Recognizing the current trends in the business, the Company remains cautiously optimistic about the prospects for the fourth quarter and beyond. To that end, with improving trends in Money Transfer and epay, and continued cost reductions and careful expense management actions, the Company anticipates based on recent trends and current global COVID-19 management mandates that its fourth quarter adjusted EBITDA will be in the range of approximately $70 million to $80 million.
Segment and Other Results
The EFT Processing Segment reports the following results for the third quarter 2020 compared with the same period or date in 2019:
- Revenues of $144.1 million, a 54% decrease from $316.2 million (55% decrease on a constant currency basis).

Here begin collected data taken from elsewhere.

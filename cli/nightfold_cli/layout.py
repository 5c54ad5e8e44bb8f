"""Tables in columns: what there is room for, and how the cells are wrapped and aligned.

Pure text; `render` prints it. Columns that may be spared go before anything is cut, cells that may wrap are wrapped,
and heads are broken in two before a column goes.
"""

from __future__ import annotations

import unicodedata
from collections.abc import Sequence
from dataclasses import dataclass, field

from nightfold_cli.printable import printable

GAP = 2
_WIDEST_WORD = 24


@dataclass(frozen=True, slots=True)
class Cell:
    """A cell that reads differently on a screen, where it may have several lines, and in a pipe."""

    screen: str
    plain: str = ""
    strong: bool = False

    @classmethod
    def of(cls, lines: Sequence[str], plain: str | None = None) -> Cell:
        """Return a cell of several lines; in a pipe they are parted by semicolons."""
        kept = [printable(line) for line in lines]
        return cls("\n".join(kept), "; ".join(line for line in kept if line) if plain is None else plain)


@dataclass(frozen=True, slots=True)
class Column:
    """A column of a table.

    Attributes
    ----------
    name : str
        What stands above it.
    right : bool
        Whether it is aligned to the right, as numbers are.
    spare : int
        0 for a column that is always shown; others are left out on a narrow screen, the highest first.
    wraps : bool
        Whether long cells may run over several lines.
    least : int
        How wide a column that wraps must stay before spare ones go.
    plain_name : str
        The name in a pipe, where it differs.
    quiet : bool
        Whether nothing is said when there is no room for it.
    """

    name: str
    right: bool = False
    spare: int = 0
    wraps: bool = False
    least: int = 0
    plain_name: str = ""
    quiet: bool = False


Row = Sequence[str | Cell]


@dataclass(frozen=True, slots=True)
class Laid:
    """A table as lines of text.

    Attributes
    ----------
    head : tuple of str
        Lines of the head.
    rows : tuple of tuple of str
        Lines of each row.
    hidden : tuple of str
        Names of the columns there was no room for.
    """

    head: tuple[str, ...]
    rows: tuple[tuple[str, ...], ...]
    hidden: tuple[str, ...] = field(default=())


def cell_text(cell: str | Cell, *, screen: bool) -> str:
    """Return the text of a cell; a line break of ours survives on a screen."""
    if isinstance(cell, str):
        return printable(cell)
    if not screen:
        return printable(cell.plain or cell.screen)
    return "\n".join(map(printable, cell.screen.split("\n")))


def lay_out(columns: Sequence[Column], rows: Sequence[Row], width: int) -> Laid:
    """Return a table that is at most so wide, if only the columns that must be shown allow it."""
    texts = [[cell_text(cell, screen=True) for cell in row] for row in rows]
    heads = [column.name for column in columns]
    every = range(len(columns))
    if _needed(_least(columns, heads, texts), every) > width:
        heads = [name.replace(" (", "\n(") for name in heads]
    least = _least(columns, heads, texts)
    shown = _fitting(columns, least, width)
    widths = _widths(columns, heads, texts, least, shown, width)
    kept = [columns[index] for index in shown]

    def lines(cells: Sequence[str]) -> tuple[str, ...]:
        return _lines([cells[index] for index in shown], kept, [widths[index] for index in shown])

    hidden = dict.fromkeys(columns[i].name for i in every if i not in shown and not columns[i].quiet)
    return Laid(lines(heads), tuple(lines(row) for row in texts), tuple(hidden))


def cell_width(text: str) -> int:
    """Return how many cells of a terminal a text takes: two for wide characters, none for combining ones."""
    if text.isascii():
        return len(text)
    return sum(_character_width(character) for character in text)


def _character_width(character: str) -> int:
    if unicodedata.combining(character) or character in "\u200d\ufe0e\ufe0f":
        return 0
    return 2 if unicodedata.east_asian_width(character) in "WF" else 1


def _least(columns: Sequence[Column], heads: Sequence[str], texts: Sequence[Sequence[str]]) -> list[int]:
    """Return how wide each column must be: as its longest line, or its longest word where it may wrap."""
    least = []
    for index, column in enumerate(columns):
        cells = [heads[index], *(row[index] for row in texts)]
        parts = [part for text in cells for part in (text.split() if column.wraps else text.split("\n"))]
        longest = max(map(cell_width, parts), default=0)
        least.append(max(column.least, min(longest, _WIDEST_WORD)) if column.wraps else longest)
    return least


def _needed(widths: Sequence[int], shown: Sequence[int]) -> int:
    """Return the width of a table."""
    return sum(widths[index] + GAP for index in shown) - GAP


def _fitting(columns: Sequence[Column], least: Sequence[int], width: int) -> list[int]:
    """Return which columns there is room for."""
    shown = list(range(len(columns)))
    while _needed(least, shown) > width:
        spare = max(shown, key=lambda index: (columns[index].spare, index))
        if columns[spare].spare == 0:
            break
        shown.remove(spare)
    return shown


def _widths(
    columns: Sequence[Column],
    heads: Sequence[str],
    texts: Sequence[Sequence[str]],
    least: Sequence[int],
    shown: Sequence[int],
    width: int,
) -> list[int]:
    """Return the widths: columns that wrap share the room that is left, each up to what it could use."""
    widths = list(least)
    left = width - _needed(least, shown)
    wanting = [index for index in shown if columns[index].wraps]
    wishes = {
        index: max(
            cell_width(line)
            for text in (heads[index], *(row[index] for row in texts))
            for line in text.split("\n")
        )
        - least[index]
        for index in wanting
    }
    for place, index in enumerate(sorted(wanting, key=lambda index: wishes[index])):
        share = max(0, min(wishes[index], left // (len(wanting) - place)))
        widths[index] += share
        left -= share
    return widths


def _lines(cells: Sequence[str], columns: Sequence[Column], widths: Sequence[int]) -> tuple[str, ...]:
    """Return the lines of one row, without blanks at their ends."""
    wrapped = [_wrap(cell, width) for cell, width in zip(cells, widths, strict=True)]
    lines = []
    for number in range(max(map(len, wrapped))):
        parts = []
        for column, width, own in zip(columns, widths, wrapped, strict=True):
            text = own[number] if number < len(own) else ""
            blanks = " " * max(0, width - cell_width(text))
            parts.append(blanks + text if column.right else text + blanks)
        lines.append((" " * GAP).join(parts).rstrip())
    return tuple(lines)


def _wrap(text: str, width: int) -> list[str]:
    """Return a text in lines of at most so many cells, broken between words, or within one that is too long."""
    lines: list[str] = []
    for part in text.split("\n"):
        line = ""
        for word in part.split(" "):
            joined = f"{line} {word}" if line else word
            if cell_width(joined) <= width:
                line = joined
                continue
            if line:
                lines.append(line)
            while cell_width(word) > width:
                lines.append(_cut(word, width))
                word = word[len(lines[-1]) :]
            line = word
        lines.append(line)
    return lines


def _cut(word: str, width: int) -> str:
    """Return the beginning of a word that fits; one character at least."""
    end = 1
    while end < len(word) and cell_width(word[: end + 1]) <= width:
        end += 1
    return word[:end]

- Operating income of $6.2 million, a 96% decrease from $150.9 million (96% decrease on a constant currency basis).
- Adjusted EBITDA of $27.7 million, an 84% decrease from $168.9 million (84% decrease on a constant currency basis).
- Transactions of 910 million, a 14% increase from 800 million.
- Operated 43,956 ATMs as of September 30, 2020, a 7% decrease from 47,209.
Revenue, operating income, and adjusted EBITDA declines in the third quarter 2020 were driven by the impact of fewer high-value cross-border transactions in Europe and Asia Pacific related to the COVID-19 pandemic-driven governmentally-imposed border closures and shelter-in-place orders. Partially offsetting the high-value transaction declines, the EFT segment realized marginal benefit from a significant volume increase in low-value point-of-sale transactions in Europe and low-value payment processing transactions for an Asia Pacific customer's bank wallet and e-commerce site together with realized cost savings exceeding $30 million in the third quarter 2020.
The EFT Segment's active ATMs were lower than the prior year due to temporary closures of approximately 3,500 ATMs in Europe to limit the impact caused by COVID-19, the removal of 450 YourCash ATMs and the loss of 580 low-margin, low-value ATMs in India, partially offset by nearly 1,000 new high-value deployed ATMs and 300 new outsourcing ATMs.